私たちの声はよく似ているのでどれも混ざる、来年も私たちは五人でいるだろう――。
 同じ高校に通う仲良し五人組、ハルア、ナノパ、ダユカ、シイシイ、ウガトワ。同じ時を過ごしていても、同じ想いを抱いているとは限らない。少女たちの瞳を通して、日常を丁寧に描き出す連載小説。

〈前回はこちら〉

16 ダユカ

 お姉ちゃんが休日の昼のリビングにいるのは珍しい、いつも家族なんか置いてどこか行っちゃうのに。嬉しいので、「気になる先輩とLINEしてるんだけど、全然はっきりしないの。LINEがあんま来ないってことは、好きじゃない?忙しさとか心に恋が占める割合とかあるだろうけど、私に魅力があったら来るよね」と相談してみる。「難しー、個人差があることは。人のことは全て個人差はあるし。もう聞いちゃえば?好きか」と言ってくる、お姉ちゃんは高校というものの狭さをもう忘れているんだろう。「ほのめかしてるんだよ、こっちは。そういうとこ好きですーとか」「まあすごい好きなら言葉一つひとつに敏感になるはずだけど、敏感さだって人で違うもんね。手でも繋げば?手繋げば確実ってこともないけど」「確実なんて何もないよね、人とのことで」「恋愛が人とのことじゃなかったらなー、楽勝なんだけどなー」「お姉ちゃん、彼氏に言われて嫌だったセリフ何?」「野菜これだけ?かな。あっちの家で唐揚げ作ってあげて。いやエリンギも揚げたじゃんって」「そういう感じになってくるんだ」と私は笑う。
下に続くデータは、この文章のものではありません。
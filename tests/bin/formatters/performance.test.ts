import { describe, expect, it } from 'vitest';
import { maintenanceCautions } from '#shared/cautions.ts';
import { normalizePerformance, type PerformancePoint } from '#shared/kpi/performance.ts';
import { performanceReportSchema } from '#shared/schemas/performance.ts';
import { formatPerformance, TREND_DAYS } from '#bin/formatters/performance.ts';
import { freshAnswer } from '../../fixtures/freshness.ts';

// Ten days of a stage whose permeate flow drops 12 % at equal recovery, pressures and temperature from day 6:
// with recovery, NDP and TCF unchanged, the normalized change is the raw change, −12 % (hand-worked).
const base = { pf: 12, pc: 11, pp: 0.5, qf: 40, qp: 10, cf: 1000, cp: 10, tempC: 20 };
const points: PerformancePoint[] = Array.from({ length: 10 }, (_, i) => ({
  ...base,
  time: new Date(Date.UTC(2025, 0, 1 + i)),
  ...(i >= 5 ? { qp: 8.8, qf: 35.2 } : {}),
}));
const result = normalizePerformance(points);
const report = performanceReportSchema.parse({
  ...freshAnswer,
  site: 'OPS',
  from: '2025-01-01T00:00:00.000Z',
  to: '2025-01-11T00:00:00.000Z',
  stages: [
    {
      asset: 'TR1-S2',
      train: 'TR1',
      ...result,
      points: result.points.map((p) => ({ ...p, runningHours: 24 })),
      resets: [],
      runStatusTag: 'TR1.RUN',
      tags: ['TR1.RUN'],
      missingQuantities: [],
      reason: null,
    },
    {
      asset: 'TR2-S1',
      train: 'TR2',
      baseline: null,
      points: [],
      latest: null,
      alerts: [],
      settings: result.settings,
      notes: [],
      resets: [],
      runStatusTag: null,
      tags: [],
      missingQuantities: ['feed_flow', 'permeate_flow'],
      reason: null,
    },
  ],
  notes: [],
  provenance: { workOrders: [], tags: ['TR1.RUN'], windows: [], elements: [] },
});
const withReason = {
  ...report,
  stages: [report.stages[0]!, { ...report.stages[1]!, reason: 'TR2-S1 has no tag for feed_flow, permeate_flow: no normalized figures.' }],
};

describe('formatPerformance', () => {
  const text = formatPerformance(withReason);
  const lines = text.split('\n');

  it('gives the baseline and the latest normalized figures against it, units in the headers', () => {
    expect(text).toContain('Stage TR1-S2 (train TR1)');
    expect(text).toContain('Baseline 2025-01-01: first day of running data.');
    const flow = lines.find((l) => l.startsWith('│ permeate flow (m³/h)'))!;
    const cells = flow.split('│').map((c) => c.trim()).filter(Boolean);
    expect(cells).toEqual(['permeate flow (m³/h)', '10', '8.8', '-12.0 %']);
  });

  it(`prints the last ${TREND_DAYS} days of the trend`, () => {
    expect(lines.filter((l) => /│ 2025-01-\d\d/.test(l))).toHaveLength(TREND_DAYS);
    expect(text).not.toMatch(/│ 2025-01-03/);
  });

  it('prints the alert with its recommendation and every caution', () => {
    expect(text).toContain('ALERT permeate-flow-drop since 2025-01-06 (threshold 10 %): Normalized permeate flow is 12.0 % below the baseline.');
    expect(text).toContain(result.alerts[0]!.recommendation);
    for (const caution of maintenanceCautions) expect(text).toContain(`! ${caution}`);
  });

  it('says why a stage has no figures', () => {
    expect(text).toContain('Stage TR2-S1 (train TR2)');
    expect(text).toContain('No figures: TR2-S1 has no tag for feed_flow, permeate_flow: no normalized figures.');
  });

  it('prints no cautions when there is no alert', () => {
    const quiet = formatPerformance({ ...report, stages: [{ ...report.stages[0]!, alerts: [] }] });
    expect(quiet).not.toContain('!');
  });
});
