import { describe, expect, it } from 'vitest';
import { maintenanceMixReportSchema } from '#shared/schemas/maintenance-mix.ts';
import { formatMaintenanceMix } from '#bin/formatters/maintenance-mix.ts';
import { freshAnswer } from '../../fixtures/freshness.ts';

// The hand-worked day of tests/server/services/maintenance-mix.test.ts (invented plant).
const report = maintenanceMixReportSchema.parse({
  ...freshAnswer,
  site: 'MIX',
  asset: 'T1',
  from: '2021-01-01T00:00:00.000Z',
  to: '2021-01-02T00:00:00.000Z',
  labour: { plannedHours: 4, reactiveHours: 6, improvementHours: 0, totalHours: 10, plannedShare: 0.4, reactiveShare: 0.6, improvementShare: 0, reason: null, workOrders: ['W1', 'W2', 'W5'] },
  pmCompliance: { definition: 'd', raised: 3, cancelled: 1, due: 2, completedInWindow: 1, compliance: 0.5, reason: null, completed: ['W2'], missed: ['W3'] },
  backlog: { workOrders: 1, hours: 4, withoutEstimate: 0, crewCapacityHoursPerWeek: 160, weeks: 0.025, reason: null, list: ['W3'] },
  cost: { labourCost: 480, partsCost: 120, totalCost: 600, producedM3: null, costPerM3: null, reason: 'No permeate_flow tag on train T2.' },
  currency: 'EUR',
  notes: ['1 closed work order(s) in the window have no labour hours booked.'],
  provenance: { workOrders: ['W1', 'W2', 'W3', 'W4', 'W5'], workOrderCount: 5, tags: [], trains: ['T1'], windows: [] },
});

const cells = (line: string) => line.split('│').map((c) => c.trim()).filter(Boolean);

describe('formatMaintenanceMix', () => {
  const lines = formatMaintenanceMix(report).split('\n');
  const row = (label: string) => cells(lines.find((l) => l.includes(label))!);

  it('prints shares as percentages, compliance with its counts, backlog in hours and weeks', () => {
    expect(row('planned share')).toEqual(['planned share of hours', '40 %']);
    expect(row('reactive share')).toEqual(['reactive share of hours', '60 %']);
    expect(row('PM compliance')).toEqual(['PM compliance', '50 % (1 of 2)']);
    expect(row('backlog (work orders')).toEqual(['backlog (work orders / hours)', '1 / 4']);
    expect(row('weeks of crew')).toEqual(['backlog (weeks of crew capacity)', '0.03']);
  });

  it('shows a missing cost per m³ as a dash with the reason, and the notes', () => {
    expect(row('cost per m³')).toEqual(['cost per m³ (EUR/m³)', '—', 'No permeate_flow tag on train T2.']);
    expect(row('maintenance cost')).toEqual(['maintenance cost (EUR)', '600']);
    expect(lines.at(-1)).toBe('Note: 1 closed work order(s) in the window have no labour hours booked.');
    expect(lines[0]).toBe('Maintenance mix — site MIX, asset T1, 2021-01-01T00:00:00.000Z to 2021-01-02T00:00:00.000Z');
  });
});
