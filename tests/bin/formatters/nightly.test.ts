import { describe, expect, it } from 'vitest';
import { nightlyRunSchema, type NightlyRun } from '#shared/schemas/nightly.ts';
import { formatNightlyRun, nightlyExitCode } from '#bin/formatters/nightly.ts';

const run: NightlyRun = nightlyRunSchema.parse({
  id: 7,
  startedAt: '2025-01-08T02:15:00.000Z',
  finishedAt: '2025-01-08T02:15:09.000Z',
  outcome: 'partial',
  trigger: 'cli',
  host: 'plant-server',
  pid: 4242,
  inbox: '/srv/osmia/.osmia/inbox',
  reportDate: '2025-01-08',
  files: [
    { file: 'orders.csv', kind: 'work-orders', outcome: 'completed', importId: 12, rowsRead: 40, rowsRejected: 0, movedTo: 'done/2025-01-08/orders.csv', reason: null },
    { file: 'notes.csv', kind: null, outcome: 'failed', importId: null, rowsRead: 0, rowsRejected: 0, movedTo: 'failed/2025-01-08/notes.csv', reason: 'The header "when,what" is none of the import formats.' },
  ],
  steps: [
    { name: 'imports', status: 'ok', startedAt: '2025-01-08T02:15:00.000Z', durationMs: 1200, detail: '2 files: 1 completed, 1 failed', error: null },
    { name: 'refresh', status: 'ok', startedAt: '2025-01-08T02:15:01.200Z', durationMs: 300, detail: '3 tags', error: null },
    { name: 'mail', status: 'failed', startedAt: '2025-01-08T02:15:01.500Z', durationMs: 7500, detail: null, error: '2 wait in the outbox for the next run' },
  ],
  figures: [],
  mail: { queued: 2, sent: 0, waiting: 2, relay: 'mail.osmia.test:587', error: 'ECONNECTION' },
  error: 'mail: 2 wait in the outbox for the next run',
});

describe('formatNightlyRun', () => {
  it('prints each file with where it went, the reason of a refused one, each step and the mail', () => {
    const text = formatNightlyRun(run);
    expect(text.split('\n')[0]).toBe('Nightly run 7 (cli): partial');
    expect(text).toMatch(/orders\.csv\s*│\s*work-orders\s*│\s*completed\s*│\s*12\s*│\s*40\s*│\s*0\s*│\s*done\/2025-01-08\/orders\.csv/);
    expect(text).toContain('notes.csv: The header "when,what" is none of the import formats.');
    expect(text).toMatch(/mail\s*│\s*failed\s*│\s*7\.5\s*│\s*2 wait in the outbox/);
    expect(text).toContain('Mail: 2 queued, 0 sent, 2 waiting in the outbox (via mail.osmia.test:587).');
  });

  it('prints a skipped run as one line with why', () => {
    const skipped = { ...run, outcome: 'skipped' as const, files: [], steps: [], mail: null, error: 'another nightly run is in progress since 2025-01-08 02:15 (UTC)' };
    expect(formatNightlyRun(skipped)).toBe('Nightly run 7 (cli): skipped — another nightly run is in progress since 2025-01-08 02:15 (UTC)');
  });
});

describe('nightlyExitCode', () => {
  // docs/design.md §7: 0 ok or skipped, 3 partial, 1 failed.
  it.each([
    ['ok', 0],
    ['skipped', 0],
    ['partial', 3],
    ['failed', 1],
  ] as const)('%s → %i', (outcome, code) => expect(nightlyExitCode({ ...run, outcome })).toBe(code));
});
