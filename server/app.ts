import { randomUUID } from 'node:crypto';
import { existsSync } from 'node:fs';
import { join } from 'node:path';
import compression from 'compression';
import cookieParser from 'cookie-parser';
import express, { type ErrorRequestHandler, type Express } from 'express';
import helmet from 'helmet';
import { ZodError } from 'zod';
import { messageFor } from '#shared/errors.ts';
import type { ErrorBody } from '#shared/schemas/error.ts';
import { authenticate } from './auth/middleware.ts';
import { describeErrorForLog, isDatabaseUnavailable } from './db/errors.ts';
import type { AppDeps } from './deps.ts';
import { HttpError } from './errors.ts';
import { authRoutes } from './routes/auth.ts';
import { healthRoutes } from './routes/health.ts';
import { openApiRoutes } from './routes/openapi.ts';
import { RouteRegistry } from './routes/registry.ts';
import { settingsRoutes } from './routes/settings.ts';
import { userRoutes } from './routes/users.ts';
import { registerFeatureRoutes } from './routes/features.ts';

export interface AppOptions {
  /** Folder of the built client (vite build); when set and present, served with an SPA fallback. */
  clientDist?: string;
  log?: (line: string) => void;
}

/** What a 503 database-unavailable asks clients to wait before trying again. */
const retryAfterSeconds = '30';

function errorBody(code: HttpError['code'], message: string, details?: unknown): ErrorBody {
  return { error: { code, message, ...(details === undefined ? {} : { details }) } };
}

/** Builds the Express app without listening (server/index.ts listens; tests use supertest). */
export function createApp(deps: AppDeps, options: AppOptions = {}): Express & { locals: { routes: RouteRegistry['routes'] } } {
  const log = options.log ?? ((line: string) => console.error(line));
  const app = express();
  app.disable('x-powered-by');
  // Off unless TRUST_PROXY names the proxy: otherwise any client could choose its address (the
  // sign-in rate limit's key) with an X-Forwarded-For header of its own.
  app.set('trust proxy', deps.env.TRUST_PROXY);
  app.use(
    helmet({
      contentSecurityPolicy: {
        directives: { 'img-src': ["'self'", 'data:'], 'style-src': ["'self'", "'unsafe-inline'"], 'upgrade-insecure-requests': null },
      },
    }),
  );
  app.use((req, res, next) => {
    const id = randomUUID();
    res.locals.requestId = id;
    res.setHeader('X-Request-Id', id);
    if (deps.env.LOG_REQUESTS) res.on('finish', () => log(`${req.method} ${req.originalUrl} ${res.statusCode} ${id}`));
    next();
  });
  app.use(compression());
  app.use(express.json({ limit: '1mb' }));
  app.use(cookieParser());
  app.use('/api', authenticate(deps.db, deps.sessionKey));

  const registry = new RouteRegistry();
  healthRoutes(registry, deps);
  authRoutes(registry, deps);
  userRoutes(registry, deps);
  settingsRoutes(registry, deps);
  registerFeatureRoutes(registry, deps);
  openApiRoutes(registry);
  app.use(registry.router);
  app.locals.routes = registry.routes;

  app.all('/api/{*rest}', (req) => {
    throw new HttpError(404, 'route-not-found', `No API route for ${req.method} ${req.path}`);
  });

  if (options.clientDist && existsSync(join(options.clientDist, 'index.html'))) {
    const dist = options.clientDist;
    app.use(express.static(dist, { index: false, maxAge: '1h' }));
    app.get('/{*splat}', (_req, res) => {
      res.setHeader('Cache-Control', 'no-cache');
      res.sendFile(join(dist, 'index.html'));
    });
  }

  const onError: ErrorRequestHandler = (err, _req, res, next) => {
    if (res.headersSent) return next(err);
    if (err instanceof HttpError) {
      res.locals.errorCode = err.code;
      if (err.code === 'database-unavailable') res.setHeader('Retry-After', retryAfterSeconds);
      res.status(err.status).json(errorBody(err.code, err.message, err.details));
    } else if (err instanceof ZodError) {
      res.status(400).json(errorBody('validation-failed', messageFor('validation-failed'), { issues: err.issues }));
    } else if (err?.type === 'entity.parse.failed') {
      const issues = [{ code: 'invalid_json', path: [], message: String(err.message) }];
      res.status(400).json(errorBody('invalid-json', messageFor('invalid-json'), { issues }));
    } else if (err?.type === 'entity.too.large') {
      res.status(413).json(errorBody('file-too-large', 'The request body is too large.'));
    } else if (isDatabaseUnavailable(err)) {
      // Not a bug of ours: one line (no stack) so an outage does not bury the log.
      log(`[${String(res.locals.requestId)}] database unavailable: ${describeErrorForLog(err).split('\n').filter((l) => !l.startsWith('    at ')).join(' | ')}`);
      res.locals.errorCode = 'database-unavailable';
      res.setHeader('Retry-After', retryAfterSeconds);
      res.status(503).json(errorBody('database-unavailable', messageFor('database-unavailable')));
    } else {
      log(`[${String(res.locals.requestId)}] ${describeErrorForLog(err)}`);
      res.status(500).json(errorBody('internal-error', messageFor('internal-error')));
    }
  };
  app.use(onError);
  return app as Express & { locals: { routes: RouteRegistry['routes'] } };
}
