import { randomUUID } from 'node:crypto';
import { existsSync } from 'node:fs';
import { join } from 'node:path';
import compression from 'compression';
import cookieParser from 'cookie-parser';
import express, { type ErrorRequestHandler, type Express } from 'express';
import helmet from 'helmet';
import { ZodError } from 'zod';
import { messageFor } from '#shared/errors.ts';
import type { ErrorBody } from '#shared/schemas/error.ts';
import { authenticate } from './auth/middleware.ts';
import type { AppDeps } from './deps.ts';
import { HttpError } from './errors.ts';
import { authRoutes } from './routes/auth.ts';
import { healthRoutes } from './routes/health.ts';
import { openApiRoutes } from './routes/openapi.ts';
import { RouteRegistry } from './routes/registry.ts';
import { settingsRoutes } from './routes/settings.ts';
import { userRoutes } from './routes/users.ts';
import { registerFeatureRoutes } from './routes/features.ts';

export interface AppOptions {
  /** Folder of the built client (vite build); when set and present, served with an SPA fallback. */
  clientDist?: string;
  log?: (line: string) => void;
}

function errorBody(code: HttpError['code'], message: string, details?: unknown): ErrorBody {
  return { error: { code, message, ...(details === undefined ? {} : { details }) } };
}

/** Builds the Express app without listening (server/index.ts listens; tests use supertest). */
export function createApp(deps: AppDeps, options: AppOptions = {}): Express & { locals: { routes: RouteRegistry['routes'] } } {
  const log = options.log ?? ((line: string) => console.error(line));
  const app = express();
  app.disable('x-powered-by');
  app.set('trust proxy', 'loopback');
  app.use(
    helmet({
      contentSecurityPolicy: {
        directives: { 'img-src': ["'self'", 'data:'], 'style-src': ["'self'", "'unsafe-inline'"], 'upgrade-insecure-requests': null },
      },
    }),
  );
  app.use((req, res, next) => {
    const id = randomUUID();
    res.locals.requestId = id;
    res.setHeader('X-Request-Id', id);
    if (deps.env.LOG_REQUESTS) res.on('finish', () => log(`${req.method} ${req.originalUrl} ${res.statusCode} ${id}`));
    next();
  });
  app.use(compression());
  app.use(express.json({ limit: '1mb' }));
  app.use(cookieParser());
  app.use('/api', authenticate(deps.db, deps.sessionKey));

  const registry = new RouteRegistry();
  healthRoutes(registry, deps);
  authRoutes(registry, deps);
  userRoutes(registry, deps);
  settingsRoutes(registry, deps);
  registerFeatureRoutes(registry, deps);
  openApiRoutes(registry);
  app.use(registry.router);
  app.locals.routes = registry.routes;

  app.all('/api/{*rest}', (req) => {
    throw new HttpError(404, 'route-not-found', `No API route for ${req.method} ${req.path}`);
  });

  if (options.clientDist && existsSync(join(options.clientDist, 'index.html'))) {
    const dist = options.clientDist;
    app.use(express.static(dist, { index: false, maxAge: '1h' }));
    app.get('/{*splat}', (_req, res) => {
      res.setHeader('Cache-Control', 'no-cache');
      res.sendFile(join(dist, 'index.html'));
    });
  }

  const onError: ErrorRequestHandler = (err, _req, res, next) => {
    if (res.headersSent) return next(err);
    if (err instanceof HttpError) {
      res.status(err.status).json(errorBody(err.code, err.message, err.details));
    } else if (err instanceof ZodError) {
      res.status(400).json(errorBody('validation-failed', messageFor('validation-failed'), { issues: err.issues }));
    } else if (err?.type === 'entity.parse.failed') {
      const issues = [{ code: 'invalid_json', path: [], message: String(err.message) }];
      res.status(400).json(errorBody('invalid-json', messageFor('invalid-json'), { issues }));
    } else if (err?.type === 'entity.too.large') {
      res.status(413).json(errorBody('file-too-large', 'The request body is too large.'));
    } else {
      log(`[${String(res.locals.requestId)}] ${err?.stack ?? String(err)}`);
      res.status(500).json(errorBody('internal-error', messageFor('internal-error')));
    }
  };
  app.use(onError);
  return app as Express & { locals: { routes: RouteRegistry['routes'] } };
}
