describe('Pareto shares', () => {
  it('end at exactly 1 whatever the durations (a sum of fractional hours once gave 1.0000000000000004)', () => {
    // Stops of 0.1 h, 0.2 h and 0.7 h, ten times over: 0.1 + 0.2 + 0.7 in floating point is not 1.
    const samples: RunStatusSample[] = [];
    for (let day = 1; day <= 7; day++) {
      let at = Date.UTC(2024, 4, day, 1);
      for (const minutes of [6, 12, 42]) {
        samples.push({ time: new Date(at), value: 0 }, { time: new Date(at + minutes * 60_000), value: 1 });
        at += 3 * 3_600_000;
      }
    }
    const causes = ['a', 'b', 'c'];
    const orders = samples
      .filter((x) => x.value === 0)
      .map((x, i) => wo(`CM-${i}`, 'RO1', 'corrective', [x.time.toISOString(), new Date(x.time.getTime() + 42 * 60_000).toISOString()], causes[i % 3]));
    const r = downtimeReport({ window, assetTree: tree, workOrders: orders, settings: { waterValuePerM3: 1 }, assets: [{ asset: 'RO1', ratedPermeateM3h: 1, runStatusTag: 'RO1.RUN', priorSample: s('2024-04-30T00:00:00Z', 1), samples }] });
    expect(r.paretoByCause.map((p) => p.key)).toEqual(['c', 'b', 'a']);
    expect(r.paretoByCause.at(-1)!.cumulativeShare).toBe(1);
    expect(r.paretoByCause.every((p) => p.cumulativeShare <= 1 && p.share <= 1)).toBe(true);
    expect(() => paretoRowSchema.array().parse(r.paretoByCause)).not.toThrow();
  });
});
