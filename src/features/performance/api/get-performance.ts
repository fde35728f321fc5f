import { queryOptions, useSuspenseQuery } from '@tanstack/react-query';
import { performanceReportSchema, type PerformanceReport } from '#shared/schemas/performance.ts';
import { apiRequest } from '../../../lib/api-client.ts';
import { toSearch, windowQuery, type KpiWindow } from '../../../lib/kpi-window.ts';

export type PerformanceParams = KpiWindow;

// Normalized performance has no interval estimates: confidence stays out of the request and the key.
const paramsOf = (p: PerformanceParams) => windowQuery({ ...p, confidence: undefined });

export const performanceKeys = {
  all: ['performance'] as const,
  report: (p: PerformanceParams) => [...performanceKeys.all, 'report', paramsOf(p)] as const,
};

/** GET /api/kpi/performance: normalized permeate flow, salt passage and ΔP per stage against its baseline (ASTM D4516), and alerts. */
export function getPerformance(p: PerformanceParams, signal?: AbortSignal): Promise<PerformanceReport> {
  return apiRequest(`/kpi/performance${toSearch(paramsOf(p))}`, { schema: performanceReportSchema, signal });
}

export const performanceQueryOptions = (p: PerformanceParams) =>
  queryOptions({
    queryKey: performanceKeys.report(p),
    queryFn: ({ signal }) => getPerformance(p, signal),
  });

export function usePerformance(p: PerformanceParams): PerformanceReport {
  return useSuspenseQuery(performanceQueryOptions(p)).data;
}
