import { existsSync, readFileSync } from 'node:fs';
import { dirname, join } from 'node:path';
import { fileURLToPath } from 'node:url';

/**
 * The checkout's root: the nearest folder above this module whose package.json is Osmia's. Found by
 * walking up rather than by a fixed '../..' because the CLI also runs from a bundle (bin/osmia).
 */
function findRoot(): string {
  for (let dir = dirname(fileURLToPath(import.meta.url)); ; dir = dirname(dir)) {
    const pkg = join(dir, 'package.json');
    if (existsSync(pkg) && (JSON.parse(readFileSync(pkg, 'utf8')) as { name?: string }).name === 'osmia') return dir;
    if (dirname(dir) === dir) throw new Error('cannot find the Osmia checkout (package.json) above ' + fileURLToPath(import.meta.url));
  }
}

export const projectRoot = findRoot();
「あなたの恋を占ってあげよう」とお姉ちゃんはスマホでタロット占いを探し、カードもこちらは選べずボタンのタッチだけで結果が出る、「要約すると、今この瞬間を楽しみなさいだって」と教えてくれて、要約したから味気ないのか、どうやってこういうのを自分だけに聞こえたお告げと信じるのか。みんな信じてもないことを、ただ参考にはしよう何でも自分の血肉になるだろうと思ってるのか。「それはそう」と私は言い、「それは本当にそう」とお姉ちゃんも言う。
 恋愛なんて、目の前に人を置くんだから、それは自分の姿形が気になる。鏡の前に立っているのと違って、鏡と違って、人は私に感想を持つ。お姉ちゃんがリビングを出て行ってお母さんが入ってくるので、寝転びながら顔を眺める。「何か粗探ししようとしてるでしょ」と、お母さんは笑いながら自分の顔を手で覆う。確かに見つめていると、目は何かを発見したくなってくる。「私もそういう感じで歳取るのかなって。若い時の方がやっぱり、外見の悩みはあった?」「子ども産んでから外見の悩みは少なくなったかもね。ただ顔の宛て先と悩める時間を失っただけかもね」とお母さんが答える。必要なものしか、人は欲しがらないだろうかと私は考えてみる、欲しがって手に入れられると思うものに限りがあるのか、近くのものしか目に入らないか、自分なんて一番近くて、見るに堪えないもしくは見えないか。「目の前の自分を気にしてほしいんだろうね、きちんと化粧しろとか言ってくる人は、自分の目が無視されてるみたいで嫌なんでしょう。でも娘の目って厳しいじゃない、私だってそう親を見てたし。だからそんなに今だって気は抜けないけど」とお母さんが言う。周りが味方ばかりだったら気にならないんだろう、家族が味方ってわけでもないだろうけど。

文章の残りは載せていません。